Killed or inactivated vaccines, however, is in general safer than live, attenuated vaccines. The
vaccine cannot replicate in the host and is non-infectious. However, a drawback with using
killed, inactivated vaccines is that they are less effective than live attenuated vaccines in
inducing protective immunity. To improve the immunogenicity of the killed or inactivated
vaccines, they often need to be coadministered with an adjuvant and administered several
times. The classical, whole cell vaccines (live, attenuated and killed, inactivated vaccines)

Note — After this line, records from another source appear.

//! What `photoledger check` adds to the network summary: every settable number beside the key
//! `--set`, `--free` and `[[uncertain]]` take for it, and the machine-readable form of the
//! validated network (`check --json`).

use crate::light::{LightKind, Spectrum};
use crate::network::params::{self, ConditionField, Key, Parameter};
use crate::network::{Network, PhotoOutcome, Target};
use crate::units::{Quantity, display, internal_spelling, sig};
use serde_json::{Value, json};
use std::fmt::Write;

/// Every settable number of `net` in file order, read through the parameter layer.
pub fn parameters(net: &Network) -> Vec<Parameter> {
    params::addresses(net)
        .into_iter()
        .map(|k| params::get(net, k))
        .collect()
}

/// The "settable values" section: one row a key, its current value in the display unit beside
/// it, so a value can be changed with `--set KEY=VALUE` without opening the file.
pub fn settable_text(net: &Network) -> String {
    let ps = parameters(net);
    let mut s = String::new();
    if ps.is_empty() {
        return s;
    }
    let width = ps.iter().map(|p| p.key.chars().count()).max().unwrap_or(0).min(60);
    let _ = writeln!(s, "\nsettable values (the keys of --set, --free and [[uncertain]])");
    for p in &ps {
        let (v, unit) = display::quantity_in(p.quantity, p.value, net.energy_unit);
        let shown = if unit.is_empty() {
            sig(v, 5)
        } else {
            format!("{} {unit}", sig(v, 5))
        };
        let pad = width.saturating_sub(p.key.chars().count());
        let table = if of_table(net, p.address) {
            "  (mean of a table; --set replaces the table by one value)"
        } else if counted(net, p.address) {
            "  (from trajectory counts: change the counts in the file; --set and --free refuse it)"
        } else {
            ""
        };
        let _ = writeln!(s, "  {}{}  {shown}{table}", p.key, " ".repeat(pad));
    }
    s
}

/// True when the value at `key` stands for a table (a quantum yield or background given per
/// wavelength): its value is the table's mean.
fn of_table(net: &Network, key: Key) -> bool {
    let table = |x: &Spectrum| matches!(x, Spectrum::Table { .. });
    match key {
        Key::QuantumYield(i) | Key::Efficiency(i) => table(&net.photo[i].quantum_yield),
        Key::Condition(ConditionField::Background) => table(&net.conditions.background),
        _ => false,
    }
}

/// True when the value at `key` is a channel's share computed from trajectory counts: the
/// counts set it, so `--set` and `--free` refuse the key.
fn counted(net: &Network, key: Key) -> bool {
    matches!(key, Key::Fraction { transient, .. } if net.evidence.counts_of(transient).is_some())
}

/// A parameter as JSON: its key, value in SI (mol/L for concentrations) and that unit's
/// spelling ("" for a plain number).
fn parameter_json(net: &Network, p: &Parameter) -> Value {
    json!({
        "key": p.key,
        "value": p.value,
        "unit": p.unit,
        "mean_of_table": of_table(net, p.address),
        "from_trajectory_counts": counted(net, p.address),
    })
}

/// The unit of a rate constant of molecularity `order`, in the internal spelling.
fn rate_unit(order: u32) -> &'static str {
    internal_spelling(Quantity::RateConstant(order))
}

/// The validated network as `check --json` prints it: species, steps, transients, lights, every
/// settable key with its value and unit, warnings. Numbers in SI (concentrations in mol/L), each
/// field named with its unit or beside a `unit` field.
pub fn network_json(net: &Network, file: &str) -> Value {
    let c = &net.conditions;
    let species: Vec<Value> = net
        .species
        .iter()
        .enumerate()
        .map(|(i, sp)| {
            json!({
                "name": sp.name,
                "initial_mol_per_l": sp.initial,
                "formula": sp.formula,
                // Takes up light here (an ε above zero where a source sends photons, inner
                // filter included), as the text's "(N absorbing)" counts; `photoreactive`: the
                // absorber of a photochemical step.
                "absorbs": net.takes_light(sp),
                "photoreactive": net.photo.iter().any(|p| p.absorber == i),
                "product": sp.product,
            })
        })
        .collect();
    let thermal: Vec<Value> = net
        .thermal
        .iter()
        .map(|t| {
            json!({
                "name": t.name,
                "equation": format!("{} -> {}", net.side(&t.reactants), net.side(&t.products)),
                "order": t.order,
                "rate_constant": t.k,
                "rate_constant_unit": rate_unit(t.order),
            })
        })
        .collect();
    let photo: Vec<Value> = net
        .photo
        .iter()
        .map(|p| {
            let to = match &p.outcome {
                PhotoOutcome::Products(t) => net.side(t),
                PhotoOutcome::Transient(t) => net.transients[*t].name.clone(),
            };
            json!({
                "name": p.name,
                "absorber": net.species[p.absorber].name,
                "to": to,
                "quantum_yield_mean": p.quantum_yield.mean(),
                "leads_to_transient": matches!(p.outcome, PhotoOutcome::Transient(_)),
            })
        })
        .collect();
    let transients: Vec<Value> = net
        .transients
        .iter()
        .map(|t| {
            let channels: Vec<Value> = t
                .channels
                .iter()
                .map(|ch| {
                    let to = match &ch.target {
                        Target::Species(ts) => net.side(ts),
                        Target::Transient(k) => net.transients[*k].name.clone(),
                    };
                    json!({"to": to, "returns": ch.returns, "fixed_share": ch.branching.fixed_share()})
                })
                .collect();
            json!({"name": t.name, "kind": t.kind.word(), "channels": channels})
        })
        .collect();
    let lights: Vec<Value> = net
        .lights
        .iter()
        .map(|l| {
            let kind = match &l.kind {
                LightKind::Line { .. } => "line",
                LightKind::Band { .. } => "band",
                LightKind::Lamp { .. } => "lamp",
                LightKind::Sun { .. } => "sun",
            };
            let (lo, hi) = l.extent().unwrap_or((0.0, 0.0));
            json!({
                "name": l.name,
                "kind": kind,
                "power_w": l.power(),
                "emitted_power_w": l.emitted_power,
                "photon_flux_einstein_per_s": l.photon_flux(),
                "from_m": lo,
                "to_m": hi,
                "wavelength_bins": l.bins.len(),
            })
        })
        .collect();
    let warnings: Vec<Value> = net
        .warnings
        .iter()
        .map(|w| {
            json!({
                "field": w.field,
                "line": w.line_col.map(|(l, _)| l),
                "message": w.message,
                "help": w.help,
            })
        })
        .collect();
    json!({
        "file": file,
        "network": net.about.name,
        "invented": net.about.invented,
        "valid": true,
        "conditions": {
            "temperature_k": c.temperature,
            "volume_m3": c.volume,
            "path_length_m": c.path_length,
            "irradiated_area_m2": c.irradiated_area,
        },
        "species": species,
        "thermal_steps": thermal,
        "photochemical_steps": photo,
        "transients": transients,
        "lights": lights,
        "parameters": parameters(net).iter().map(|p| parameter_json(net, p)).collect::<Vec<_>>(),
        "warnings": warnings,
    })
}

need to be improved, especially in terms of safety. The side effects of using such vaccines,
including risk of infection or transmission, need to be reduced. These vaccines also contain
undefined substances of bacterial or viral origin, which might make the vaccines highly
immunogenic and potent, but could also be involved in the induction of side-effects. With
increasing demands from regulatory authorities on well-defined drugs, it will be increasingly
difficult to get new vaccines of this class accepted for human use.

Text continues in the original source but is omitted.